The introduction of Christianity into Japan in the sixteenth century, first by the Jesuits under Francis Xavier, and then by the Franciscans, has left records of heroism and self-sacrifice in the annals of Christian witness. It has been estimated that by the end of that century there were about 300,000 baptized believers in Japan.
Unfortunately, these initial successes were compromised by rivalries among the religious orders, and the interplay of colonial politics, both within Japan and between Japan and the Spanish and Portuguese, aroused suspicion about Western intentions of conquest. After half a century of ambiguous support by some of the powerful Tokugawa shoguns, the Christian enterprise suffered cruel persecution and suppression.
The first victims were six Franciscan friars and twenty of their converts, who were crucified at Nagasaki, February 5th, 1597. In his powerful novel Silence, based on the event, Shusaku Endo writes:
“They were martyred.
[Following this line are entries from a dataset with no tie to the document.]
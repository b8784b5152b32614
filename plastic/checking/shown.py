"""A failing case as text: its spike times, the numbers that disagree, and lines that repeat it."""

from __future__ import annotations

import inspect
from collections.abc import Sequence
from typing import Any

from plastic.catalogue import class_name
from plastic.checking.check import name_of
from plastic.checking.loading import PREFIX
from plastic.checking.verdicts import Report, Verdict
from plastic.laws._interface import Broken, Case

#: instants of a printed table; those in the middle of more are left out
SHOWN = 16
MARKS = {
    "holds": "holds",
    "fails": "FAILS",
    "exempt": "exempt",
    "needless": "NEEDLESS",
    "idle": "-",
}


def report_lines(report: Report) -> list[str]:
    """Return a report as lines: one per law, then every failing case."""
    rows = [
        [v.law, MARKS[v.status], str(v.examples or ""), v.reason or v.words]
        for v in report.verdicts
    ]
    held = sum(v.status == "holds" for v in report.verdicts)
    head = f"{report.name}: {held} laws hold, {len(report.failures)} to mend (seed {report.seed})"
    lines = [head, *aligned(["law", "", "examples", "in words"], rows)]
    told: dict[str, str] = {}
    for verdict in report.failures:
        lines += ["", *verdict_lines(verdict, told)]
    return lines


def verdict_lines(verdict: Verdict, told: dict[str, str] | None = None) -> list[str]:
    """Return what is wrong according to one law.

    Parameters
    ----------
    verdict : Verdict
    told : dict, optional
        What was said before, and by which law; what stands there is not shown twice.
    """
    if verdict.status == "needless":
        return [
            f"{verdict.law}: the exemption is not needed ({verdict.reason})",
            f"  the law: {verdict.words}",
        ]
    if verdict.case is None or verdict.broken is None:
        return []
    broken = verdict.broken
    told = {} if told is None else told
    if broken.says in told:
        return [f"{verdict.law} fails as {told[broken.says]} does"]
    told[broken.says] = verdict.law
    lines = [f"{verdict.law} fails: {broken.says}", f"  the law: {verdict.words}"]
    lines += [f"  {line}" for line in _case_lines(broken.case or verdict.case)]
    if broken.rows:
        lines += ["", *(f"  {line}" for line in _number_lines(broken))]
    lines += ["", "  to see it again:"]
    return lines + [f"    {line}" for line in repeat_lines(verdict.law, verdict.case)]


def _case_lines(case: Case) -> list[str]:
    lines = [f"with {case.part!r}"]
    instants = case.instants
    if instants:
        sides = [("cell", case.post), *((f"input {k}", t) for k, t in enumerate(case.pre))]
        sides = [*sides[1:], sides[0]]
        rows = [
            [f"{t:.10g}", *("|" if t in set(times) else "" for _, times in sides)] for t in instants
        ]
        if len(rows) > SHOWN:
            gap = [f"... {len(rows) - SHOWN} more", *[""] * len(sides)]
            rows = [*rows[: SHOWN // 2], gap, *rows[-SHOWN // 2 :]]
        lines += aligned(["time (ms)", *(name for name, _ in sides)], rows)
    if case.end:
        lines.append(f"end at {case.end:.10g} ms{'' if instants else ', no spikes'}")
    if case.numbers:
        lines.append(", ".join(f"{name} = {value}" for name, value in case.numbers.items()))
    return lines


def _number_lines(broken: Broken) -> list[str]:
    if broken.one == broken.other:
        return [f"- {row.what}" for row in broken.rows]
    rows = [
        [r.what, f"{r.one:.12g}", f"{r.other:.12g}", f"{r.other - r.one:.3g}"] for r in broken.rows
    ]
    return aligned(["numbers that disagree", broken.one, broken.other, "difference"], rows)


def repeat_lines(law: str, case: Case) -> list[str]:
    """Return lines of Python that show again how a case breaks a law."""
    part = case.part
    inputs = "".join(f"{_times(train)}, " for train in case.pre)
    words = [f"rule, pre=({inputs.strip()})", f"post={_times(case.post)}", f"end={case.end!r}"]
    if not case.pre and not case.post and not case.end:
        words = ["rule"]
    if case.numbers:
        words.append(f"numbers={dict(case.numbers)}")
    return [
        "import plastic",
        *_made(part),
        f"case = plastic.laws.Case({', '.join(words)})",
        f'print(plastic.laws.find("{law}")().broken(case))',
    ]


def _made(part: Any) -> list[str]:
    """Return the lines that make a part again."""
    cls = type(part)
    if not hasattr(part, "values"):  # a cell is plain data
        names = "from plastic.checking.strategies import Dendrite, PassiveCell"
        return [names, f"rule = {part!r}"]
    values = {n: v for n, v in part.values.items() if v != cls.parameters[n].default}
    given = ", ".join(f"{name}={value!r}" for name, value in values.items())
    room, file = [*cls.__module__.split("."), "", ""][1:3]
    if cls.__module__.startswith("plastic.") and class_name(file) == cls.__name__:
        return [f'rule = plastic.{room}.find("{file}")({given})']
    if cls.__module__.startswith(PREFIX):
        where = f"{inspect.getsourcefile(cls)}:{cls.__name__}"
        return ["from plastic.checking.loading import load", f'rule = load("{where}")({given})']
    if "." in cls.__qualname__:
        return [f"rule = ...  # {name_of(cls)}({given})"]
    return [f"from {cls.__module__} import {cls.__name__}", f"rule = {cls.__name__}({given})"]


def _times(train: Sequence[float]) -> str:
    inside = ", ".join(f"{t!r}" for t in train)
    return f"({inside},)" if len(train) == 1 else f"({inside})"


def aligned(columns: Sequence[str], rows: Sequence[Sequence[str]]) -> list[str]:
    """Return a table as lines."""
    table = [list(columns), *map(list, rows)]
    widths = [max(len(row[k]) for row in table) for k in range(len(columns))]
    return [
        "  ".join(cell.ljust(width) for cell, width in zip(row, widths, strict=True)).rstrip()
        for row in table
    ]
But what a martyrdom! I had long read about martyrdom in the lives of the saints—how the souls of the martyrs had gone home to Heaven, how they had been filled with glory in Paradise, how the angels had blown trumpets. This was the splendid martyrdom I had often seen in my dreams. But the martyrdom of the Japanese Christians I now describe to you was no such glorious thing. What a miserable and painful business it was! The rain falls unceasingly on the sea. And the sea which killed them surges on uncannily—in silence.”
By 1630, what was left of Christianity in Japan was driven underground. Yet it is remarkable that two hundred and fifty years later there were found many men and women, without priests or sacraments, who had preserved through the generations a vestige of Christian faith.